Строение позвоночника

Таким образом, образование компрессионного перелома влечет
за собой не только развитие воспалительного процесса, но и провоцирует искажение
формы всего позвоночного столба. Ведь клиновидная деформация одного и тем более
нескольких позвонков провоцирует смещение вышележащих, что вызывает сутулость,
патологические изменения межпозвоночных дисков, компрессию спинномозговых
корешков, проходящих сквозь образованные отростками дуг позвонков отверстия,
кровеносных сосудов и ряд других нарушений.
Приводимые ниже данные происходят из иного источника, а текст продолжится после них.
impl NolanGrid {
    /// Nodes for x in [x_min, x_max]; `i_min` is a lower bound of
    /// ∫ h e^{−h} dθ over that range, which sets how far the slow tail must
    /// reach.
    pub(super) fn build(kernel: NolanKernel, x_min: f64, x_max: f64, i_min: f64) -> Self {
        let rule = grid_rule();
        let l1 = kernel.a * x_min.ln();
        let l2 = kernel.a * x_max.ln();
        let (l_min, l_max) = (l1.min(l2), l1.max(l2));
        let t_steep = kernel.solve_psi(U_CUT + 1.0 - l_min, T_LIMIT);
        let t_slow = kernel.solve_slow_end(l_max, (GRID_SLOW_END_REL * i_min).ln());
        let (t_start, t_end) = (t_steep.min(t_slow), t_steep.max(t_slow));
        // Below this ψ no x of the grid evaluates nodes one by one (only the
        // k = 1, 2 prefix sums matter there), so panels may be coarser.
        let psi_deep = U_DEEP - l_max - 0.5;

        // Panel edges in ascending t.
        let mut edges = vec![t_start];
        let mut t = t_start;
        while t < t_end && edges.len() <= GRID_MAX_PANELS {
            let psi0 = kernel.psi_at(t);
            let deep = psi0 < psi_deep;
            let (dpsi, dt_max) = if deep {
                (GRID_DPSI_DEEP, GRID_DT_MAX_DEEP)
            } else {
                (GRID_DPSI, GRID_DT_MAX)
            };
            let slope = kernel.psi_slope(t).abs();
            let mut step = if slope > 0.0 {
                (dpsi / slope).min(dt_max)
            } else {
                dt_max
            };
            let mut t1 = (t + step).min(t_end);
            for _ in 0..40 {
                // A panel that reaches into the one-by-one zone obeys its limits.
                let psi1 = kernel.psi_at(t1);
                let fine = !deep || psi1 >= psi_deep;
                let (lim_psi, lim_dt) = if fine {
                    (GRID_DPSI, GRID_DT_MAX)
                } else {
                    (GRID_DPSI_DEEP, GRID_DT_MAX_DEEP)
                };
                if (psi1 - psi0).abs() <= 1.5 * lim_psi && t1 - t <= lim_dt * (1.0 + 1e-12) {
                    break;
                }
                step *= 0.5;
                t1 = (t + step).min(t_end);
            }
            edges.push(t1);
            t = t1;
        }
        let panels = edges.len() - 1;
        // Order panels and nodes so that ψ ascends (slow end first).
        let order: Vec<usize> = if kernel.increasing() {
            (0..panels).collect()
        } else {
            (0..panels).rev().collect()
        };
        let n = rule.nodes().len();
        let mut psi = Vec::with_capacity(panels * n);
        let mut weight = Vec::with_capacity(panels * n);
        let mut boundary_measures = Vec::with_capacity(panels + 1);
        for &p in &order {
            let (a, b) = (edges[p], edges[p + 1]);
            // The slow-side edge of this panel.
            let slow_edge = if kernel.increasing() { a } else { b };
            boundary_measures.push(kernel.measures(slow_edge));
            let c = 0.5 * (a + b);
            let h = 0.5 * (b - a);
            for i in 0..n {
                let k = if kernel.increasing() { i } else { n - 1 - i };
                let tn = c + h * rule.nodes()[k];
                let ang = Angles::at(tn);
                psi.push(kernel.psi(ang));
                weight.push(rule.weights()[k] * h * ang.jac);
            }
        }
        let last_edge = if kernel.increasing() {
            edges[panels]
        } else {
            edges[0]
        };
        boundary_measures.push(kernel.measures(last_edge));

        let psi_ref = -0.5 * (l_min + l_max);
        let v_scaled: Vec<f64> = psi.iter().map(|p| (p - psi_ref).exp()).collect();
        let mut prefix = Vec::with_capacity(psi.len() + 1);
        let mut acc = [0.0; DEEP_ORDER];
        prefix.push(acc);
        for (v, w) in v_scaled.iter().zip(&weight) {
            let mut vk = *w;
            for a in &mut acc {
                vk *= v;
                *a += vk;
            }
            prefix.push(acc);
        }
        Self {
            kernel,
            psi,
            v_scaled,
            weight,
            psi_ref,
            prefix,
            boundary_measures,
            x_min,
            x_max,
        }
    }

    pub(super) fn covers(&self, x: f64) -> bool {
        x >= self.x_min && x <= self.x_max
    }

    /// Σ_{i<j} w_i Σ_k coef[k−1] h_i^k through the prefix sums, with
    /// e_shift = e^{a ln x + ψ_ref} (so that h_i = e_shift · v_scaled[i]).
    pub(super) fn deep_sum(&self, j: usize, e_shift: f64, coef: &[f64; DEEP_ORDER]) -> f64 {
        let row = &self.prefix[j];
        let mut ek = 1.0;
        let mut s = 0.0;
        for k in 0..DEEP_ORDER {
            ek *= e_shift;
            if row[k] > 0.0 {
                s += coef[k] * ek * row[k];
            }
        }
        s
    }

    /// Index range of the nodes summed one by one at a ln x = l.
    pub(super) fn window(&self, l: f64) -> (usize, usize) {
        let j_deep = self.psi.partition_point(|&p| p + l < U_DEEP);
        let j_cut = self.psi.partition_point(|&p| p + l <= U_CUT).max(j_deep);
        (j_deep, j_cut)
    }

    /// f at x.
    pub(super) fn pdf(&self, x: f64) -> f64 {
        let l = self.kernel.a * x.ln();
        let e_shift = (l + self.psi_ref).exp();
        let (j_deep, j_cut) = self.window(l);
        let mut integral = self.deep_sum(j_deep, e_shift, &deep_pdf_coef());
        for j in j_deep..j_cut {
            let h = e_shift * self.v_scaled[j];
            integral += self.weight[j] * h * (-h).exp();
        }
        self.kernel.prefactor * integral / x
    }

    /// (f, f') at x: f' = −f/x + (μ/(π|μ−1|)) (a/x²) ∫ (1 − h) h e^{−h} dθ.
    pub(super) fn pdf_and_derivative(&self, x: f64) -> (f64, f64) {
        let l = self.kernel.a * x.ln();
        let e_shift = (l + self.psi_ref).exp();
        let (j_deep, j_cut) = self.window(l);
        let mut integral = self.deep_sum(j_deep, e_shift, &deep_pdf_coef());
        let mut deriv = self.deep_sum(j_deep, e_shift, &deep_derivative_coef());
        for j in j_deep..j_cut {
            let h = e_shift * self.v_scaled[j];
            let g = self.weight[j] * h * (-h).exp();
            integral += g;
            deriv += (1.0 - h) * g;
        }
        let f = self.kernel.prefactor * integral / x;
        let df = -f / x + self.kernel.prefactor * self.kernel.a * deriv / (x * x);
        (f, df)
    }

    /// 1 − F(x), split at the panel boundary nearest to h = 1.
    pub(super) fn sf(&self, x: f64) -> f64 {
        let n = GRID_GL_POINTS;
        let l = self.kernel.a * x.ln();
        let e_shift = (l + self.psi_ref).exp();
        let panels = self.boundary_measures.len() - 1;
        let j0 = self.psi.partition_point(|&p| p + l < 0.0);
        let b = ((j0 + n / 2) / n).min(panels);
        let split = b * n;
        let (slow_measure, steep_measure) = self.boundary_measures[b];
        let (j_deep, j_cut) = self.window(l);
        let j_deep = j_deep.min(split);
        let j_cut = j_cut.max(split);
        let mut slow = self.deep_sum(j_deep, e_shift, &deep_cdf_coef());
        for j in j_deep..split {
            let h = e_shift * self.v_scaled[j];
            slow += self.weight[j] * (-(-h).exp_m1());
        }
        let mut steep = 0.0;
        for j in split..j_cut {
            let h = e_shift * self.v_scaled[j];
            steep += self.weight[j] * (-h).exp();
        }
        if self.kernel.increasing() {
            (slow + steep_measure - steep) / PI
        } else {
            (slow_measure - slow + steep) / PI
        }
    }
}

/// h e^{−h} = Σ_{k≥1} (−1)^{k−1} h^k/(k−1)!.
pub(super) fn deep_pdf_coef() -> [f64; DEEP_ORDER] {
    let f = small_factorials();
    std::array::from_fn(|i| alternate(i) / f[i])
}

/// (1 − h) h e^{−h} = Σ_{k≥1} (−1)^{k−1} h^k (1/(k−1)! + 1/(k−2)!).
pub(super) fn deep_derivative_coef() -> [f64; DEEP_ORDER] {
    let f = small_factorials();
    std::array::from_fn(|i| alternate(i) * (1.0 / f[i] + if i >= 1 { 1.0 / f[i - 1] } else { 0.0 }))
}

/// 1 − e^{−h} = Σ_{k≥1} (−1)^{k−1} h^k/k!.
pub(super) fn deep_cdf_coef() -> [f64; DEEP_ORDER] {
    let f = small_factorials();
    std::array::from_fn(|i| alternate(i) / f[i + 1])
}

/// Breakpoints in t at fixed levels of u = ln h, for the adaptive fallback.
pub(super) fn nolan_breaks(kernel: &NolanKernel, l: f64, levels: &[f64]) -> Vec<f64> {
    let mut b: Vec<f64> = levels
        .iter()
        .map(|&u| kernel.solve_psi(u - l, T_LIMIT_ADAPTIVE))
        .collect();
    b.sort_by(f64::total_cmp);
    b.dedup_by(|p, q| (*p - *q).abs() < 1e-12);
    b
}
Но это далеко не самые страшные последствия компрессионного
перелома. Основная опасность заключается в том, что внутри позвоночного канала,
образованного с одной стороны телами позвонков, а с другой их дугами с
отростками, проходит спинной мозг. Это важная часть центральной нервной
системы, от качества работы которой зависит правильность функционирования не только
всех частей тела, но и практически всех органов. Поэтому если при получении
перелома тела позвонка сформируются осколки, они могут травмировать нежный
спинной мозг. Следствием этого станет полный и необратимый паралич всего тела,
ниже уровня поражения спинного мозга.

Осложнениями компрессионного перелома способны стать:

  • остеохондроз, межпозвоночные грыжи;
  • кифоз, формирование горба;
  • корешковый синдром, сопровождающийся нарушением чувствительности и подвижности определенных частей тела;
  • стеноз спинного мозга;
  • образование сосудистых мальформаций, гематом в области спинного мозга;
  • нарушения работы внутренних органов, в частности потеря контроля над мочеиспусканием и дефекацией;
  • мигрени, инсульт;
  • инвалидизация и т. д.

Кифоз

Поэтому, если недавно произошло падение, на спину пришелся
удар или просто присутствует боль в области позвоночника, нужно как можно
раньше обращаться к врачу. Своевременно полученная консультация и проведенное
обследование позволят обнаружить травму раньше, чем она успеет спровоцировать
осложнения и привести к потере работоспособности.

Причины

У здоровых людей позвоночник может выдержать нагрузку до 400
кг, поэтому у них компрессионные переломы встречаются в основном только под
действием откровенно травмирующего фактора, в частности:

  • падения с высоты на ноги, ягодицы, спину;
  • сильного удара по позвоночнику, в особенности
    при падении на спину тяжелого предмета;
  • резкого подъема рывком тяжелого предмета или
    приседания с ним (например, поднятие и приседание со штангой в бодибилдинге);
  • удар головой о дно водоема при нырянии;
  • ДТП.
Читайте также:  Перелом таза со смещением последствия

Но значительно чаще компрессионные переломы встречаются у
людей пожилого возраста. Практически всегда в таких случаях обнаруживается
остеопороз, т. е. заболевание, при котором снижается плотность костной ткани,
что приводит к повышению ее хрупкости. Главным коварством остеопороза является
то, что он протекает абсолютно бессимптомно и без проведения специального
инструментального исследования (денситометрии) обнаружить его невозможно.
Поэтому очень часто люди узнают о его наличии только после того, как получат
перелом позвоночника во время приступа кашля или резкого движения.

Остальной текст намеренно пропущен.